As the aging Canadian population places a strain on increasingly scarce
health-care resources, there arises a need to explore alternatives to
the traditional delivery of medical care. William Molloy, a geriatrician
at McMaster University, asks thoughtful questions about aging and death
that health-care planners, physicians, and individuals would be well
advised to consider.

Although Molloy tends to exaggerate the extent of the health-care
crisis, his cost-benefit analysis of hospital care for the terminally
ill and aged effectively demonstrates that health-care dollars could be
more usefully spent. Molloy supports the advance directive as a means of
ensuring the best allocation of resources as well as a means of giving
individuals the opportunity to make informed health-care choices while
competent.
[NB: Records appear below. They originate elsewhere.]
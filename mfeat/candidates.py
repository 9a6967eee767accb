"""Who takes part in a comparison: descriptors by name, by import path, or as transformers."""

import importlib
from collections.abc import Mapping, Sequence
from typing import Any

from sklearn.base import BaseEstimator, clone
from sklearn.discriminant_analysis import LinearDiscriminantAnalysis
from sklearn.pipeline import make_pipeline
from sklearn.preprocessing import StandardScaler
from sklearn.svm import SVC
from sklearn.utils import get_tags

from mfeat import _checks
from mfeat.descriptors import DESCRIPTORS
from mfeat.transformer import MinkowskiCurves

#: Our own vector's name among the candidates.
OWN = "minkowski"


def lda() -> BaseEstimator:
    """Return linear discriminant analysis with a covariance shrunk towards the identity.

    Source of the amount: O. Ledoit and M. Wolf, A well-conditioned estimator for large-dimensional
    covariance matrices, J. Multivariate Analysis 88 (2004), 365-411.
    """
    return make_pipeline(
        StandardScaler(), LinearDiscriminantAnalysis(solver="lsqr", shrinkage="auto")
    )


def svm() -> BaseEstimator:
    """Return a support vector machine with a Gaussian kernel, C = 10.

    Source: C. Cortes and V. Vapnik, Support-vector networks, Machine Learning 20 (1995), 273-297.
    The kernel's width follows from the number of features ("scale"), common practice.
    """
    return make_pipeline(StandardScaler(), SVC(C=10.0))


#: Classifiers by name.
CLASSIFIERS = {"lda": lda, "svm": svm}


def candidates_of(descriptors: Any, own: MinkowskiCurves) -> dict[str, Any]:
    """Return transformers by name.

    Parameters
    ----------
    descriptors : sequence of str, mapping of str to transformer, or None
        Names of `mfeat.descriptors.DESCRIPTORS`, "minkowski" for `own`, or import paths
        "package.module:name" of a transformer, or of a class or function that makes one without
        arguments. None: `own` and all known ones.
    own : MinkowskiCurves

    Raises
    ------
    ValueError, TypeError, ImportError
        With what was asked for, and the names that are known.
    """
    if descriptors is None:
        return {OWN: own} | {name: make() for name, make in DESCRIPTORS.items()}
    if isinstance(descriptors, Mapping):
        found = dict(descriptors)
        for name in found:
            if not isinstance(name, str) or not name:
                raise TypeError(f"names of descriptors must be text; got {name!r}")
            if name.startswith(f"{OWN}: "):
                raise ValueError(f"{name!r} is a name that variants of an ablation have; rename it")
    elif isinstance(descriptors, Sequence) and not isinstance(descriptors, str):
        if len(set(map(str, descriptors))) < len(descriptors):
            raise ValueError(f"descriptors holds a name twice: {list(descriptors)!r}")
        found = {str(name): _named(name, own) for name in descriptors}
    else:
        raise TypeError(
            f"descriptors must be a list of names or a dict of transformers; got {descriptors!r}"
        )
    if not found:
        raise ValueError(f"descriptors is empty; known are {_known()}")
    return {name: _checked(name, transformer) for name, transformer in found.items()}


def _known() -> str:
    return (
        f"{', '.join([OWN, *DESCRIPTORS])}, or an import path such as package.module:MyTransformer"
    )


def _named(name: Any, own: MinkowskiCurves) -> Any:
    if not isinstance(name, str):
        raise TypeError(
            f"a list of descriptors holds names; got {name!r}. Give transformers in a dict by name"
        )
    if name == OWN:
        return own
    if name in DESCRIPTORS:
        return DESCRIPTORS[name]()
    module, _, attribute = name.partition(":")
    if not module or not attribute or module.startswith("."):
        raise ValueError(f"there is no descriptor {name!r}; known are {_known()}")
    try:
        imported = importlib.import_module(module)
    except ImportError as error:
        raise ImportError(
            f"descriptor {name!r}: module {module!r} cannot be imported ({error}); it must be "
            "installed, or lie in the current folder"
        ) from error
    try:
        found = getattr(imported, attribute)
    except AttributeError:
        raise ValueError(
            f"descriptor {name!r}: module {module!r} has no attribute {attribute!r}"
        ) from None
    if isinstance(found, type) or not hasattr(found, "transform"):
        if not callable(found):
            raise TypeError(f"descriptor {name!r} is {found!r}, no transformer")
        try:
            found = found()
        except TypeError as error:
            raise TypeError(
                f"descriptor {name!r} cannot be made without arguments ({error}); give a function "
                "that makes it"
            ) from error
    return found


def _checked(name: str, transformer: Any) -> Any:
    missing = [m for m in ("fit", "transform", "get_params") if not hasattr(transformer, m)]
    if missing or isinstance(transformer, type):
        raise TypeError(
            f"descriptor {name!r} must be a scikit-learn transformer; {transformer!r} has no "
            f"{', '.join(missing) or 'instance'}"
        )
    return transformer


def learns(transformer: Any) -> bool:
    """Tell whether a transformer must be fitted on each training set anew.

    By scikit-learn's tag `requires_fit`, which is true unless a transformer says otherwise.
    """
    if isinstance(transformer, MinkowskiCurves):
        return transformer.level_rule == "fitted"
    if not hasattr(transformer, "__sklearn_tags__"):
        return True
    return bool(get_tags(transformer).requires_fit)


def prepared(transformer: Any, missing: bool) -> Any:
    """Return a copy that can take patches with missing pixels, if its settings allow for them.

    Ours marks patches with too few valid pixels by NaN; the other descriptors of this package take
    the nearest valid pixel, because they have no notion of a missing one.
    """
    copy = clone(transformer)
    known = copy.get_params(deep=False)
    own = {"n_jobs": 1} if "n_jobs" in known else {}
    if isinstance(copy, MinkowskiCurves):
        own["below_min_valid"] = "nan"
    elif missing and type(copy) in DESCRIPTORS.values():
        own["missing"] = "nearest"
    return copy.set_params(**own)


def classifiers_of(names: Any) -> dict[str, Any]:
    """Return classifiers by name, from names or a mapping of classifiers.

    Examples
    --------
    >>> from mfeat.candidates import classifiers_of
    >>> list(classifiers_of(["svm"]))
    ['svm']
    """
    if isinstance(names, Mapping):
        found = dict(names)
    elif isinstance(names, str) or not isinstance(names, Sequence):
        raise TypeError(f"classifiers must be a list of names, or a dict; got {names!r}")
    else:
        if len(set(map(str, names))) < len(names):
            raise ValueError(f"classifiers holds a name twice: {list(names)!r}")
        found = {
            name: CLASSIFIERS[_checks.choice("classifiers", name, tuple(CLASSIFIERS))]()
            for name in names
        }
    if not found:
        raise ValueError(f"classifiers is empty; known are {', '.join(CLASSIFIERS)}")
    for name, one in found.items():
        if not isinstance(name, str) or not name:
            raise TypeError(f"names of classifiers must be text; got {name!r}")
        needed = ("fit", "predict", "get_params")
        if isinstance(one, type) or not all(hasattr(one, method) for method in needed):
            raise TypeError(f"classifier {name!r} must be a scikit-learn classifier; got {one!r}")
    return found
His book provides a step-by-step guide on the construction of
living wills.

While Molloy reveals a solid understanding of the ethical and legal
dilemmas that surround advance directives, he skirts the central issue
of what to do about patients who might be inclined to change their minds
about the nature of desired medical care once a terminal condition was
diagnosed. In addition, there are alternatives to advance directives
that can be promoted to reform to the Canadian health-care system; the
advent of multiservice agencies and the promotion of home as opposed to
institutional care are measures that will result in revenue savings that
can be redirected elsewhere in the system.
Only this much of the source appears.